→ **ASSIGNMENT**
When the line containing "responsePointer(path, method.toLowerCase(Locale.ROOT), status)" appears in the entries below, begin printing there and stop after the line containing "private static String escape(String"; print each of those lines exactly and no other line.
+++ SUPPLIED MATERIAL
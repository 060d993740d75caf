package coilwright.web;

import static io.restassured.RestAssured.given;
import static org.hamcrest.Matchers.containsString;
import static org.hamcrest.Matchers.equalTo;
import static org.hamcrest.Matchers.not;
import static org.hamcrest.Matchers.startsWith;
import static org.junit.jupiter.api.Assertions.assertEquals;
import static org.junit.jupiter.api.Assertions.assertFalse;
import static org.junit.jupiter.api.Assertions.assertTrue;

import com.fasterxml.jackson.databind.JsonNode;
import io.restassured.response.Response;
import java.io.IOException;
import java.io.InputStream;
import java.io.OutputStream;
import java.net.Socket;
import java.nio.charset.StandardCharsets;
import org.junit.jupiter.api.BeforeEach;
import org.junit.jupiter.api.Test;
import org.junit.jupiter.api.extension.RegisterExtension;

/** Bodies and the server's own refusals: media types, multipart, limits, Allow, UTF-8, low-level errors. */
class RequestBodiesTest {
    @RegisterExtension
    static final TestApp APP = new TestApp();

    @BeforeEach
    void pointRestAssured() {
        APP.useRestAssured();
    }

    @Test
    void a_json_route_refuses_a_text_body_with_415_naming_the_media_type_it_takes() {
        given().contentType("text/plain").body("{}").post("/api/v1/evaluate").then().statusCode(415)
                .contentType(startsWith("application/problem+json"))
                .body("detail", containsString("application/json"));
    }

    @Test
    void a_json_route_refuses_multipart_with_415() {
        given().multiPart("file", "x.json", "{}".getBytes(StandardCharsets.UTF_8)).post("/api/v1/evaluate")
                .then().statusCode(415).contentType(startsWith("application/problem+json"));
    }

    @Test
    void a_form_page_refuses_a_json_body_with_an_html_415_page() {
        given().contentType("application/json").body("{}").post("/design").then().statusCode(415)
                .contentType(startsWith("text/html")).body(not(containsString("Exception")));
    }

    @Test
    void malformed_multipart_is_a_400_problem_on_the_import_and_a_400_page_on_the_save_form() {
        given().contentType("multipart/form-data; boundary=zz").body("x".getBytes(StandardCharsets.UTF_8))
                .post("/api/v1/designs/import")
                .then().statusCode(400).contentType(startsWith("application/problem+json"))
                .body("type", equalTo("/problems/malformed-multipart"));
        given().contentType("multipart/form-data").body("x".getBytes(StandardCharsets.UTF_8)).post("/saved")
                .then().statusCode(400).contentType(startsWith("text/html")).body(not(containsString("Exception")));
    }

    @Test
    void a_multipart_upload_over_the_body_limit_is_a_413_problem() {
        byte[] big = new byte[(int) AppConfig.DEFAULT_MAX_BODY_BYTES + 10_000];
        java.util.Arrays.fill(big, (byte) ' ');
        given().multiPart("file", "big.json", big).post("/api/v1/designs/import").then().statusCode(413)
                .contentType(startsWith("application/problem+json"));
    }

    @Test
    void a_charset_the_server_does_not_know_is_a_415_not_a_500() {
        given().contentType("application/json; charset=latin-1").body("{}".getBytes(StandardCharsets.UTF_8))
                .post("/api/v1/evaluate").then().statusCode(415).body("type", equalTo("/problems/unsupported-charset"));
        given().header("Content-Type", "application/json; charset=latin-1").get("/api/v1/examples")
                .then().statusCode(415).contentType(startsWith("application/problem+json"));
    }

    @Test
    void a_405_names_the_allowed_methods() {
        given().delete("/api/v1/evaluate").then().statusCode(405).header("Allow", equalTo("POST"))
                .contentType(startsWith("application/problem+json"));
        given().put("/api/v1/examples").then().statusCode(405).header("Allow", equalTo("GET, HEAD"));
        given().delete("/d/abc/revise").then().statusCode(405).header("Allow", equalTo("GET, POST, HEAD"));
    }

    @Test
    void a_problem_echoing_non_ascii_text_is_valid_utf8_json() throws IOException {
        Response r = given().contentType("application/json; charset=utf-8")
                .body("{\"load\":{\"type\":\"Bätterie😀\"}}".getBytes(StandardCharsets.UTF_8)).post("/api/v1/evaluate");
        r.then().statusCode(400).contentType(containsString("charset=utf-8"));
        JsonNode tree = Json.mapper().readTree(new String(r.asByteArray(), StandardCharsets.UTF_8));
        assertTrue(tree.toString().contains("Bätterie😀"), tree.toString());
    }

    @Test
    void a_malformed_address_under_the_api_is_a_400_problem_not_the_servers_page() throws IOException {
        String answer = raw("GET /api/v1/%zz HTTP/1.1\r\nHost: x\r\nConnection: close\r\n\r\n");
        assertTrue(answer.startsWith("HTTP/1.1 400"), answer);
        assertTrue(answer.contains("Content-Type: application/problem+json;charset=utf-8"), answer);
        assertTrue(answer.contains("X-Content-Type-Options: nosniff"), answer);
        assertFalse(answer.contains("<html"), answer);
    }

    @Test
    void headers_too_large_under_the_api_are_a_431_problem() throws IOException {
        String answer = raw("GET /api/v1/examples HTTP/1.1\r\nHost: x\r\nX-Big: " + "a".repeat(20_000)
                + "\r\nConnection: close\r\n\r\n");
        assertTrue(answer.startsWith("HTTP/1.1 431"), answer.substring(0, Math.min(300, answer.length())));
        assertTrue(answer.contains("application/problem+json"), answer);
        assertTrue(answer.contains("\"status\":431"), answer);
    }

    @Test
    void a_control_character_in_the_address_is_a_400_problem() throws IOException {
        String answer = raw("GET /api/v1/a\u0001b HTTP/1.1\r\nHost: x\r\nConnection: close\r\n\r\n");
        assertEquals("HTTP/1.1 400", answer.substring(0, 12), answer);
        assertTrue(answer.contains("application/problem+json"), answer);
    }

    /** Sends raw bytes (a request no client library would write) and reads the whole answer. */
    private static String raw(String request) throws IOException {
        try (Socket s = new Socket("127.0.0.1", APP.port())) {
            s.setSoTimeout(10_000);
            OutputStream out = s.getOutputStream();
            out.write(request.getBytes(StandardCharsets.ISO_8859_1));
            out.flush();
            InputStream in = s.getInputStream();
            return new String(in.readAllBytes(), StandardCharsets.UTF_8);
        }
    }
}
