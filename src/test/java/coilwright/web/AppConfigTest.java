package coilwright.web;

import static org.junit.jupiter.api.Assertions.assertEquals;
import static org.junit.jupiter.api.Assertions.assertThrows;
import static org.junit.jupiter.api.Assertions.assertTrue;

import java.nio.file.Path;
import java.util.Map;
import org.junit.jupiter.api.Test;

class AppConfigTest {
    @Test
    void defaults_are_port_7070_data_dir_and_embedded_database() {
        AppConfig c = AppConfig.from(Map.of());
        assertEquals(7070, c.port());
        assertEquals(Path.of("data"), c.dataDir());
        assertEquals("", c.dbUrl());
        assertEquals(1024 * 1024, c.maxBodyBytes());
    }

    @Test
    void environment_variables_set_every_value() {
        AppConfig c = AppConfig.from(Map.of("COILWRIGHT_PORT", "8081", "COILWRIGHT_DATA_DIR", "/tmp/x",
                "COILWRIGHT_DB_URL", "jdbc:postgresql://127.0.0.1/test", "COILWRIGHT_MAX_BODY_BYTES", "2048"));
        assertEquals(new AppConfig(8081, Path.of("/tmp/x"), "jdbc:postgresql://127.0.0.1/test", 2048).withWarmUp(true), c);
    }

    @Test
    void options_win_over_environment_in_both_spellings() {
        AppConfig c = AppConfig.from(Map.of("COILWRIGHT_PORT", "8081"), "--port", "9090", "--data-dir=/srv/cw", "--db-url", "jdbc:h2:mem:x");
        assertEquals(9090, c.port());
        assertEquals(Path.of("/srv/cw"), c.dataDir());
        assertEquals("jdbc:h2:mem:x", c.dbUrl());
    }

    @Test
    void refuses_unknown_options_missing_values_and_bad_ports_naming_them() {
        assertTrue(assertThrows(IllegalArgumentException.class, () -> AppConfig.from(Map.of(), "--prot", "1"))
                .getMessage().contains("unknown option --prot"));
        assertTrue(assertThrows(IllegalArgumentException.class, () -> AppConfig.from(Map.of(), "--port"))
                .getMessage().contains("--port needs a value"));
        assertTrue(assertThrows(IllegalArgumentException.class, () -> AppConfig.from(Map.of(), "--port", "70000"))
                .getMessage().contains("port = 70000"));
        assertTrue(assertThrows(IllegalArgumentException.class, () -> AppConfig.from(Map.of("COILWRIGHT_PORT", "web")))
                .getMessage().contains("port = web: must be a whole number"));
    }

    @Test
    void the_service_warms_up_unless_told_not_to_and_settings_built_in_code_do_not() {
        assertTrue(AppConfig.from(Map.of()).warmUp());
        assertEquals(false, AppConfig.from(Map.of("COILWRIGHT_WARM_UP", "false")).warmUp());
        assertEquals(false, AppConfig.from(Map.of(), "--warm-up=false").warmUp());
        assertEquals(false, AppConfig.defaults().warmUp());
        assertTrue(assertThrows(IllegalArgumentException.class, () -> AppConfig.from(Map.of(), "--warm-up", "yes"))
                .getMessage().contains("warm-up = yes: must be true or false"));
    }
}
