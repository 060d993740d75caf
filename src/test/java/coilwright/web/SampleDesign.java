package coilwright.web;

import coilwright.validation.Checks;
import coilwright.validation.InfeasibleDesignException;
import java.util.List;
import java.util.Optional;

/** Test-only input records, nested three levels deep, validated with {@link Checks} like the core's. */
record SampleDesign(String name, SampleDesign.Rotor rotor, SampleDesign.Stator stator, Optional<String> note) {
    SampleDesign {
        new Checks().require(!name.isBlank(), "name", name, "must not be blank", "a non-empty text").throwIfAny();
    }

    enum Grade { N35, N42, N52 }

    record Magnet(Grade grade, double thicknessM) {
        Magnet {
            new Checks().range("thicknessM", thicknessM, 0.001, 0.05).throwIfAny();
        }
    }

    record Rotor(double airGapM, int poles, Magnet magnet) {
        Rotor {
            new Checks().positive("airGapM", airGapM)
                    .require(poles % 2 == 0, "poles", poles, "must be even", "an even number")
                    .throwIfAny();
        }
    }

    record Coil(int turns, double wireDiameterMm) {
        Coil {
            new Checks().intRange("turns", turns, 1, 1000).positive("wireDiameterMm", wireDiameterMm).throwIfAny();
        }
    }

    record Stator(int slots, Optional<Double> skewDeg, List<Coil> coils, boolean airCored) {
        Stator {
            new Checks().intRange("slots", slots, 3, 200).throwIfAny();
            if (slots == 10) {
                throw new InfeasibleDesignException("slots", "slots = 10 cannot carry a balanced three-phase winding");
            }
        }
    }

    static String validJson() {
        return """
                {"name": "test rig",
                 "rotor": {"airGapM": 0.002, "poles": 8, "magnet": {"grade": "N42", "thicknessM": 0.01}},
                 "stator": {"slots": 12, "skewDeg": 5.0, "coils": [{"turns": 40, "wireDiameterMm": 1.0}], "airCored": false}}
                """;
    }
}
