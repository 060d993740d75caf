package coilwright.web;

import static org.junit.jupiter.api.Assertions.assertTrue;
import static org.junit.jupiter.api.Assertions.fail;

import com.networknt.schema.Error;
import com.networknt.schema.InputFormat;
import com.networknt.schema.Schema;
import com.networknt.schema.SchemaLocation;
import com.networknt.schema.SchemaRegistry;
import com.networknt.schema.dialect.Dialects;
import io.restassured.response.Response;
import java.util.List;
import java.util.Locale;
import java.util.Map;
import java.util.Set;
import java.util.TreeSet;
import java.util.concurrent.ConcurrentHashMap;
import tools.jackson.databind.JsonNode;
import tools.jackson.databind.ObjectMapper;

/**
 * The OpenAPI 3.1 document ({@code openapi/openapi.json} on the classpath) as a test oracle: which
 * operations it documents, and whether a real response body matches the schema it documents for
 * (path, method, status, media type). Any test may call {@link #assertMatches(Response, String, String)}.
 */
public final class OpenApiContract {
    /** The IRI the merged document is known by to the validator (never fetched: it is given as text). */
    private static final String RESOURCE = "https://coilwright.invalid/openapi.json";
    private static final String MERGED = new String(OpenApiHandler.load(), java.nio.charset.StandardCharsets.UTF_8);
    private static final JsonNode DOC = new ObjectMapper().readTree(MERGED);
    /** Schemas are resolved in the merged document (base plus every part file), as served. */
    private static final SchemaRegistry SCHEMAS = SchemaRegistry.withDefaultDialect(Dialects.getOpenApi31(),
            b -> b.schemas(Map.of(RESOURCE, MERGED)));
    private static final Map<String, Schema> CACHE = new ConcurrentHashMap<>();

    private OpenApiContract() {
    }

    /** Every documented operation as "GET /path". */
    public static Set<String> documentedOperations() {
        Set<String> ops = new TreeSet<>();
        for (Map.Entry<String, JsonNode> path : DOC.get("paths").properties()) {
            for (String method : path.getValue().propertyNames()) {
                if (List.of("get", "post", "put", "patch", "delete", "head", "options").contains(method)) {
                    ops.add(method.toUpperCase(Locale.ROOT) + " " + path.getKey());
                }
            }
        }
        return ops;
    }

    /** Validates a RestAssured response: its status and media type pick the documented schema. */
    public static void assertMatches(Response response, String path, String method) {
        String mediaType = response.getContentType().split(";")[0].trim();
        assertMatches(path, method, response.getStatusCode(), mediaType, response.asString());
    }

    /**
     * @param path the documented path template, e.g. {@code /api/v1/designs/{id}}
     * @throws AssertionError when the response is undocumented or does not match its schema
     */
    public static void assertMatches(String path, String method, int status, String mediaType, String body) {
        String pointer = responsePointer(path, method.toLowerCase(Locale.ROOT), status) + "/content/"
                + escape(mediaType) + "/schema";
        if (DOC.at(pointer).isMissingNode()) {
            fail("undocumented response: " + method + " " + path + " " + status + " " + mediaType + " (no " + pointer + ")");
        }
        List<Error> errors = CACHE.computeIfAbsent(pointer, p -> SCHEMAS.getSchema(SchemaLocation.of(RESOURCE + "#" + p)))
                .validate(body, InputFormat.JSON);
        assertTrue(errors.isEmpty(), method + " " + path + " " + status + " does not match its schema: " + errors
                + "\nbody: " + body);
    }

    /** Validates a JSON body against a named schema in components/schemas. */
    public static void assertMatchesComponent(String schemaName, String body) {
        String pointer = "/components/schemas/" + escape(schemaName);
        List<Error> errors = CACHE.computeIfAbsent(pointer, p -> SCHEMAS.getSchema(SchemaLocation.of(RESOURCE + "#" + p)))
                .validate(body, InputFormat.JSON);
        assertTrue(errors.isEmpty(), schemaName + " mismatch: " + errors + "\nbody: " + body);
    }

    /** The pointer to a documented response, following one {@code $ref} into components/responses. */
    private static String responsePointer(String path, String method, int status) {
        String pointer = "/paths/" + escape(path) + "/" + method + "/responses/" + status;
        JsonNode response = DOC.at(pointer);
        if (response.has("$ref")) {
            return response.get("$ref").asString().substring(1);
        }
        return pointer;
    }

    private static String escape(String token) {
        return token.replace("~", "~0").replace("/", "~1");
    }
}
++++++
→ **SOLVED PROBLEM**
        String pointer = responsePointer(path, method.toLowerCase(Locale.ROOT), status) + "/content/"
                + escape(mediaType) + "/schema";
        if (DOC.at(pointer).isMissingNode()) {
            fail("undocumented response: " + method + " " + path + " " + status + " " + mediaType + " (no " + pointer + ")");
        }
        List<Error> errors = CACHE.computeIfAbsent(pointer, p -> SCHEMAS.getSchema(SchemaLocation.of(RESOURCE + "#" + p)))
                .validate(body, InputFormat.JSON);
        assertTrue(errors.isEmpty(), method + " " + path + " " + status + " does not match its schema: " + errors
                + "\nbody: " + body);
    }

    /** Validates a JSON body against a named schema in components/schemas. */
    public static void assertMatchesComponent(String schemaName, String body) {
        String pointer = "/components/schemas/" + escape(schemaName);
        List<Error> errors = CACHE.computeIfAbsent(pointer, p -> SCHEMAS.getSchema(SchemaLocation.of(RESOURCE + "#" + p)))
                .validate(body, InputFormat.JSON);
        assertTrue(errors.isEmpty(), schemaName + " mismatch: " + errors + "\nbody: " + body);
    }

    /** The pointer to a documented response, following one {@code $ref} into components/responses. */
    private static String responsePointer(String path, String method, int status) {
        String pointer = "/paths/" + escape(path) + "/" + method + "/responses/" + status;
        JsonNode response = DOC.at(pointer);
        if (response.has("$ref")) {
            return response.get("$ref").asString().substring(1);
        }
        return pointer;
    }

    private static String escape(String token) {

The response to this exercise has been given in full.